import { describe, expect, it, vi } from 'vitest';
import { fireEvent, render, screen } from '@testing-library/svelte';
import PadGrid from '$lib/components/midi/PadGrid.svelte';
import { GENERIC_4X4 } from '$lib/midi/profiles';
import { InputHub } from '$lib/midi/input-hub.svelte';

function setup(props: Record<string, unknown> = {}) {
	const onpress = vi.fn();
	const onrelease = vi.fn();
	const view = render(PadGrid, { profile: GENERIC_4X4, onpress, onrelease, ...props });
	const pad = (id: string) => screen.getByTestId(`pad-${id}`);
	return { onpress, onrelease, pad, view };
}

const down = (el: Element, pointerId: number) =>
	fireEvent.pointerDown(el, { pointerId, pointerType: 'touch', button: 0 });
const up = (pointerId: number) => fireEvent.pointerUp(window, { pointerId, pointerType: 'touch' });

describe('PadGrid', () => {
	it('shows one button per pad, named by what it does and its key', () => {
		setup({ labels: { 'pad-1': 'Echo A' } });
		expect(screen.getAllByRole('button')).toHaveLength(16);
		// Key block: the bottom-left pad takes Z (row 4 of 1234 / QWER / ASDF / ZXCV).
		expect(screen.getByRole('button', { name: 'Echo A, key Z' })).toBeInTheDocument();
		expect(screen.getByRole('button', { name: 'Pad 13, key 1' })).toBeInTheDocument();
	});

	it('shows held pads as pressed and lit pads as lit', () => {
		const { pad } = setup({ held: new Set(['pad-2']), lit: new Set(['pad-3']) });
		expect(pad('pad-2')).toHaveAttribute('aria-pressed', 'true');
		expect(pad('pad-1')).toHaveAttribute('aria-pressed', 'false');
		expect(pad('pad-3')).toHaveAttribute('data-lit', 'true');
		expect(pad('pad-2')).toHaveAttribute('data-lit', 'false');
	});

	it('presses a pad on pointer down and releases it when that pointer lifts', async () => {
		const { onpress, onrelease, pad } = setup();
		await down(pad('pad-1'), 1);
		expect(onpress).toHaveBeenCalledWith('pad-1', 'screen', expect.any(Number));
		expect(onrelease).not.toHaveBeenCalled();
		await up(1);
		expect(onrelease).toHaveBeenCalledWith('pad-1', 'screen', expect.any(Number));
	});

	it('holds several pads with several fingers and lets go of each on its own', async () => {
		const { onpress, onrelease, pad } = setup();
		await down(pad('pad-1'), 11);
		await down(pad('pad-2'), 12);
		await down(pad('pad-3'), 13);
		expect(onpress.mock.calls.map((c) => c[0])).toEqual(['pad-1', 'pad-2', 'pad-3']);
		await up(12);
		expect(onrelease.mock.calls.map((c) => c[0])).toEqual(['pad-2']);
		await up(11);
		await up(13);
		expect(onrelease.mock.calls.map((c) => c[0])).toEqual(['pad-2', 'pad-1', 'pad-3']);
	});

	it('counts two fingers on one pad as one press until both lift', async () => {
		const { onpress, onrelease, pad } = setup();
		await down(pad('pad-5'), 1);
		await down(pad('pad-5'), 2);
		await up(1);
		expect(onpress).toHaveBeenCalledTimes(1);
		expect(onrelease).not.toHaveBeenCalled();
		await up(2);
		expect(onrelease).toHaveBeenCalledTimes(1);
	});

	it('releases a pad whose pointer is cancelled', async () => {
		const { onrelease, pad } = setup();
		await down(pad('pad-4'), 7);
		await fireEvent.pointerCancel(window, { pointerId: 7 });
		expect(onrelease).toHaveBeenCalledWith('pad-4', 'screen', expect.any(Number));
	});

	it('plays pads from the computer keyboard, ignoring auto-repeat', async () => {
		const { onpress, onrelease } = setup();
		await fireEvent.keyDown(window, { code: 'KeyZ', key: 'z' });
		await fireEvent.keyDown(window, { code: 'KeyZ', key: 'z', repeat: true });
		expect(onpress.mock.calls).toEqual([['pad-1', 'keyboard', expect.any(Number)]]);
		await fireEvent.keyUp(window, { code: 'KeyZ', key: 'z' });
		expect(onrelease.mock.calls).toEqual([['pad-1', 'keyboard', expect.any(Number)]]);
	});

	it('leaves keys alone while the user types in a field', async () => {
		const { onpress } = setup();
		const field = document.createElement('input');
		document.body.append(field);
		await fireEvent.keyDown(field, { code: 'KeyQ', key: 'q' });
		expect(onpress).not.toHaveBeenCalled();
		field.remove();
	});

	it('lets go of held keys when the window loses focus, so no pad sticks', async () => {
		const { onrelease } = setup();
		await fireEvent.keyDown(window, { code: 'KeyA', key: 'a' });
		await fireEvent.blur(window);
		// A is the first key of the third row of the block: pad-5 on the generic grid.
		expect(onrelease).toHaveBeenCalledWith('pad-5', 'keyboard', expect.any(Number));
	});

	it('plays a focused pad with Space', async () => {
		const { onpress, onrelease, pad } = setup();
		await fireEvent.keyDown(pad('pad-16'), { key: ' ', code: 'Space' });
		expect(onpress).toHaveBeenCalledWith('pad-16', 'keyboard', expect.any(Number));
		await fireEvent.keyUp(pad('pad-16'), { key: ' ', code: 'Space' });
		expect(onrelease).toHaveBeenCalledWith('pad-16', 'keyboard', expect.any(Number));
	});

	it('takes no keys when the keyboard is turned off', async () => {
		const { onpress } = setup({ keys: null });
		await fireEvent.keyDown(window, { code: 'KeyZ', key: 'z' });
		expect(onpress).not.toHaveBeenCalled();
		expect(screen.getByRole('button', { name: 'Pad 1' })).toBeInTheDocument();
	});

	it('sends its presses through the same hub as MIDI, so a pad held on both is one press', async () => {
		const hub = new InputHub(GENERIC_4X4);
		const events: string[] = [];
		hub.subscribe((e) => events.push(`${e.type} ${e.input} ${e.source}`));
		const { pad } = setup({
			onpress: (input: string, source: string, t: number) => hub.press(source, input, t),
			onrelease: (input: string, source: string, t: number) => hub.release(source, input, t)
		});
		await down(pad('pad-1'), 1);
		hub.receiveMidi('midi:x', [0x90, 36, 100]); // MIDI 1.0 Note On ch 1, note 36 = pad-1
		await up(1);
		hub.receiveMidi('midi:x', [0x80, 36, 0]);
		expect(events).toEqual(['press pad-1 screen', 'release pad-1 midi:x']);
	});
});
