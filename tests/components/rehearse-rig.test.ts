import { describe, expect, it } from 'vitest';
import { fireEvent, render, screen } from '@testing-library/svelte';
import { applyEvents, demoMapping, lintMapping, type Finding } from '$lib/engine';
import LintPanel from '$lib/components/rehearse/LintPanel.svelte';
import LiveFindingsPanel from '$lib/components/rehearse/LiveFindingsPanel.svelte';
import RackCard from '$lib/components/rig/RackCard.svelte';

// Demo two-deck mapping (src/lib/engine/demo.ts): pad-5 is Echo B — rack 1 ("One-press pads")
// loads a chain of one echo at 1/8, feedback 0.45, tone 0.6, routed to deck B and away from A, mix 0.5.
const twoDeck = demoMapping('two-deck');

const dropout: Finding & { pad: string } = {
	kind: 'dropout',
	start: 250,
	end: null,
	event: 2,
	binding: 13,
	input: 'pad-14',
	deck: 'A',
	rack: 2,
	counter: null,
	message: 'release of Pad 13 at 0.250 s turned rack 2 off while Pad 14 was held',
	pad: 'Stutter 1/8 (Pad 14)'
};

describe('RackCard', () => {
	it('shows a rack live: label, on, mix, and the deck it is heard on', () => {
		const state = applyEvents(twoDeck, [{ t: 0, input: 'pad-5', type: 'press' }]);
		render(RackCard, { state, rack: 1, label: 'One-press pads', decks: 2 });
		expect(screen.getByTestId('rack-1')).toHaveAttribute('data-audible', 'B');
		expect(screen.getByRole('heading')).toHaveTextContent('One-press pads');
		expect(screen.getByTestId('rack-1-on')).toHaveTextContent('on');
		expect(screen.getByTestId('rack-1-mix')).toHaveTextContent('50%');
		expect(screen.getByTestId('rack-1-route-B')).toHaveAttribute('data-routed', 'true');
		expect(screen.getByTestId('rack-1-route-A')).toHaveAttribute('data-routed', 'false');
	});

	it("names each chain position's parameters with the catalog labels, units and divisions", () => {
		const state = applyEvents(twoDeck, [{ t: 0, input: 'pad-5', type: 'press' }]);
		render(RackCard, { state, rack: 1, label: 'One-press pads', decks: 2 });
		const echo = screen.getByTestId('rack-1-position-1');
		expect(echo).toHaveAttribute('data-effect', 'echo');
		expect(echo).toHaveTextContent('Echo');
		// engine/effects.ts: echo's parameters are Time (beat-synced), Feedback (0..1) and Tone,
		// 500 Hz–12 kHz exponential: 0.6 → 500 × 24^0.6 = 3.37 kHz.
		expect(echo).toHaveTextContent(/Time\s*1\/8/);
		expect(screen.getByTestId('rack-1-position-1-param-2')).toHaveTextContent('45 %');
		expect(screen.getByTestId('rack-1-position-1-param-3')).toHaveTextContent('3.4 kHz');
		expect(echo).toHaveTextContent('Feedback');
		expect(echo).toHaveTextContent('Tone');
		expect(screen.queryByTestId('rack-1-position-2')).toBeNull(); // a chain of one
	});

	it('shows a chain of several effects in order, an off position marked off', () => {
		const state = applyEvents(twoDeck, []);
		const rack = state.racks[0];
		const chain = [...rack.chain];
		chain[0] = { effect: 'filter', on: true, params: [0.5, 0.3, 0] };
		chain[1] = { effect: 'gate', on: false, params: [0.75, 1, 0.3] };
		const racks = [{ ...rack, chain }, state.racks[1]];
		render(RackCard, { state: { ...state, racks }, rack: 1, decks: 2 });
		expect(screen.getByRole('heading')).toHaveTextContent('Rack 1');
		expect(screen.getByTestId('rack-1-position-1')).toHaveTextContent('Cutoff');
		expect(screen.getByTestId('rack-1-position-1')).toHaveTextContent('Resonance');
		expect(screen.getByTestId('rack-1-position-2')).toHaveAttribute('data-on', 'false');
		expect(screen.getByTestId('rack-1-position-2')).toHaveTextContent('Gate · off');
		expect(screen.getByTestId('rack-1-position-2')).toHaveTextContent('Rate');
	});
});

describe('LiveFindingsPanel', () => {
	it('names the pad and deck of a dropout while it lasts', () => {
		render(LiveFindingsPanel, { open: [dropout], closed: [] });
		const item = screen.getByTestId('live-finding');
		expect(item).toHaveTextContent('dropout');
		expect(item).toHaveTextContent('Stutter 1/8 (Pad 14)');
		expect(item).toHaveTextContent('deck A');
		expect(item).toHaveTextContent(dropout.message);
	});

	it('moves an ended finding to the run’s history', () => {
		render(LiveFindingsPanel, { open: [], closed: [{ ...dropout, end: 400 }] });
		expect(screen.queryByTestId('live-finding')).toBeNull();
		expect(screen.getByTestId('no-live-finding')).toBeInTheDocument();
		expect(screen.getByTestId('findings-total')).toHaveTextContent('1 this run');
		expect(screen.getByTestId('past-finding')).toHaveTextContent('0.250 s–0.400 s');
	});
});

describe('LintPanel', () => {
	it('keeps the mapping check folded until opened', async () => {
		const findings = lintMapping(demoMapping('broken-row'));
		render(LintPanel, { findings });
		expect(screen.getByTestId('lint-count')).toHaveTextContent(String(findings.length));
		const panel = screen.getByTestId('lint-panel') as HTMLDetailsElement;
		expect(panel.open).toBe(false);
		await fireEvent.click(panel.querySelector('summary')!);
		expect(panel.open).toBe(true);
		expect(screen.getAllByTestId('lint-finding')[0]).toHaveTextContent('legato-without-counter');
	});
});
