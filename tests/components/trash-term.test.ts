import { describe, expect, it } from 'vitest';
import { render, screen, within } from '@testing-library/svelte';
import TrashList from '$lib/components/trash/TrashList.svelte';
import Term from '$lib/components/ui/Term.svelte';
import { FINDING_KINDS } from '$lib/engine';
import { GLOSSARY, glossaryEntry } from '$lib/glossary';

describe('TrashList', () => {
	it('says what the trash is for when it is empty, with the way back', () => {
		render(TrashList, { items: [], days: 30 });
		const empty = screen.getByTestId('trash-empty');
		expect(empty).toHaveTextContent('wait here for 30 days');
		expect(within(empty).getByRole('link', { name: 'sessions' })).toHaveAttribute('href', '/sessions');
	});

	it('lists each item with its days left and a restore form naming it', () => {
		render(TrashList, {
			days: 30,
			items: [
				{
					kind: 'session',
					id: 's1',
					name: 'Friday take',
					detail: 'session · Broken stutter row · 4 events',
					deletedAt: new Date('2026-12-01T10:00:00Z'),
					daysLeft: 29
				},
				{
					kind: 'mapping',
					id: 'm1',
					name: 'Kai row',
					detail: 'mapping · v2',
					deletedAt: new Date('2026-11-03T10:00:00Z'),
					daysLeft: 1
				}
			]
		});
		const rows = screen.getAllByTestId('trash-item');
		expect(rows.map((r) => r.dataset.kind)).toEqual(['session', 'mapping']);
		expect(within(rows[0]).getByTestId('trash-days-left')).toHaveTextContent('29 days left');
		expect(within(rows[1]).getByTestId('trash-days-left')).toHaveTextContent('1 day left');
		const restore = within(rows[1]).getByRole('button', { name: 'Restore Kai row' });
		const form = restore.closest('form')!;
		expect(form).toHaveAttribute('action', '?/restore');
		expect(Object.fromEntries(new FormData(form))).toEqual({ kind: 'mapping', id: 'm1' });
	});
});

describe('Term', () => {
	it('links a term to its glossary entry and carries its one line', () => {
		render(Term, { term: 'hold group' });
		const link = screen.getByRole('link', { name: 'hold group' });
		expect(link).toHaveAttribute('href', '/help#hold-group');
		const line = glossaryEntry('hold-group')!.line;
		expect(screen.getByRole('tooltip', { hidden: true })).toHaveTextContent(line);
		expect(link).toHaveAccessibleDescription(line);
	});

	it('shows an unknown term as plain text, without a dead link', () => {
		render(Term, { term: 'no such word' });
		expect(screen.queryByRole('link')).toBeNull();
		expect(document.body).toHaveTextContent('no such word');
	});
});

describe('the glossary', () => {
	it.each([
		'mapping',
		'controller-profile',
		'binding',
		'step',
		'action',
		'phase',
		'guard',
		'counter',
		'rig',
		'deck',
		'rack',
		'chain',
		'hold-group',
		'intent',
		'session',
		'drill',
		'assignment',
		'submission',
		'dropout',
		'stuck-on',
		'bleed',
		'clash',
		'count-left-over',
		'count-overflow',
		'takeover',
		'midi',
		'cc',
		'velocity',
		'quantize',
		'dry-wet'
	])('explains “%s” in one line', (id) => {
		const entry = glossaryEntry(id);
		expect(entry?.line).toMatch(/^[A-Z].{20,160}[.]$/);
	});

	it('explains every kind of finding the engine reports', () => {
		expect(FINDING_KINDS.filter((kind) => !glossaryEntry(kind))).toEqual([]);
	});

	it('has one entry per anchor', () => {
		expect(new Set(GLOSSARY.map((e) => e.id)).size).toBe(GLOSSARY.length);
	});
});
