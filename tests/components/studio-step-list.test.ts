// The step list inside the pad editor, driven against a real MappingEditor: duplicate, delete and
// reorder (keyboard and drag) change the saved document, not only the screen.
import { describe, expect, it, vi } from 'vitest';
import { fireEvent, render, screen, waitFor, within } from '@testing-library/svelte';
import userEvent from '@testing-library/user-event';
import PadEditor from '$lib/components/studio/PadEditor.svelte';
import { demoMapping, type Mapping, type Step } from '$lib/engine';
import { MappingEditor, type Saver } from '$lib/studio/mapping-editor.svelte';

vi.setConfig({ testTimeout: 20_000 });

const STEPS: Step[] = [
	{ target: { kind: 'rack-mix', rack: 1 }, action: 'set', value: 0.5 },
	{ target: { kind: 'rack-route', rack: 1, deck: 'A' }, action: 'set', value: 1 },
	{ target: { kind: 'rack-on', rack: 1 }, action: 'momentary' }
];
const MIX = 'mix of rack 1 50 %';
const ROUTE = 'route of rack 1 to deck A';
const ON = 'switch rack 1 on';

function setup() {
	const base = demoMapping('two-deck');
	const doc: Mapping = {
		...base,
		bindings: base.bindings.map((b) => (b.input === 'pad-1' ? { ...b, steps: structuredClone(STEPS) } : b))
	};
	const save: Saver = async (_d, v) => ({ ok: true, version: v + 1 });
	const editor = new MappingEditor(doc, 1, save, 60_000);
	const onstep = vi.fn();
	render(PadEditor, { editor, input: 'pad-1', step: null, onstep, onbuild: () => {} });
	const rows = () => screen.getAllByTestId('step-row');
	const texts = () => rows().map((r) => within(r).getAllByRole('button')[0].textContent);
	const saved = () => editor.binding('pad-1')!.steps;
	return { editor, onstep, rows, texts, saved, user: userEvent.setup() };
}

describe('the step list', () => {
	it('duplicates a step right after itself', async () => {
		const { rows, texts, saved, user, editor } = setup();
		await user.click(within(rows()[1]).getByRole('button', { name: /^Duplicate/ }));
		expect(texts()).toEqual([`Step 1: ${MIX}`, `Step 2: ${ROUTE}`, `Step 3: ${ROUTE}`, `Step 4: ${ON}`]);
		expect(saved()).toEqual([STEPS[0], STEPS[1], STEPS[1], STEPS[2]]);
		expect(editor.state).toBe('unsaved');
		editor.undo();
		expect(saved()).toEqual(STEPS);
	});

	it('deletes a step and closes the step form', async () => {
		const { rows, texts, saved, user, onstep } = setup();
		await user.click(within(rows()[0]).getByRole('button', { name: /^Delete/ }));
		expect(texts()).toEqual([`Step 1: ${ROUTE}`, `Step 2: ${ON}`]);
		expect(saved()).toEqual([STEPS[1], STEPS[2]]);
		expect(onstep).toHaveBeenLastCalledWith(null);
	});

	it('moves a step down with Alt+↓ and up with Alt+↑, keeping the keyboard on it', async () => {
		const { texts, saved, user } = setup();
		screen.getByRole('button', { name: `Step 1: ${MIX}` }).focus();
		await user.keyboard('{Alt>}{ArrowDown}{/Alt}');
		expect(texts()).toEqual([`Step 1: ${ROUTE}`, `Step 2: ${MIX}`, `Step 3: ${ON}`]);
		expect(saved()).toEqual([STEPS[1], STEPS[0], STEPS[2]]);
		expect(screen.getByText('Step 1 moved to place 2.')).toBeInTheDocument();
		await waitFor(() => expect(document.activeElement).toBe(screen.getByRole('button', { name: `Step 2: ${MIX}` })));

		await user.keyboard('{Alt>}{ArrowDown}{/Alt}');
		expect(saved()).toEqual([STEPS[1], STEPS[2], STEPS[0]]);
		// The last step goes no further down; without Alt the arrows do nothing.
		await waitFor(() => expect(document.activeElement).toBe(screen.getByRole('button', { name: `Step 3: ${MIX}` })));
		await user.keyboard('{Alt>}{ArrowDown}{/Alt}');
		await user.keyboard('{ArrowUp}');
		expect(saved()).toEqual([STEPS[1], STEPS[2], STEPS[0]]);
		await user.keyboard('{Alt>}{ArrowUp}{/Alt}');
		expect(saved()).toEqual([STEPS[1], STEPS[0], STEPS[2]]);
	});

	it('moves a step by dragging it onto another one', async () => {
		const { rows, texts, saved } = setup();
		await fireEvent.dragStart(rows()[2]);
		await fireEvent.dragOver(rows()[0]);
		expect(rows()[0].className).toContain('ring-2');
		await fireEvent.drop(rows()[0]);
		expect(texts()).toEqual([`Step 1: ${ON}`, `Step 2: ${MIX}`, `Step 3: ${ROUTE}`]);
		expect(saved()).toEqual([STEPS[2], STEPS[0], STEPS[1]]);
		expect(rows().some((r) => r.className.includes('ring-2'))).toBe(false);

		// A drop without a drag that started in the list changes nothing.
		await fireEvent.drop(rows()[1]);
		expect(saved()).toEqual([STEPS[2], STEPS[0], STEPS[1]]);
	});
});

Description of the task: In the listing above, find the line holding "const editor = new" and the line holding "const texts = ()", then output those two lines and every line between them exactly.

Task solution:
	const editor = new MappingEditor(doc, 1, save, 60_000);
	const onstep = vi.fn();
	render(PadEditor, { editor, input: 'pad-1', step: null, onstep, onbuild: () => {} });
	const rows = () => screen.getAllByTestId('step-row');
	const texts = () => rows().map((r) => within(r).getAllByRole('button')[0].textContent);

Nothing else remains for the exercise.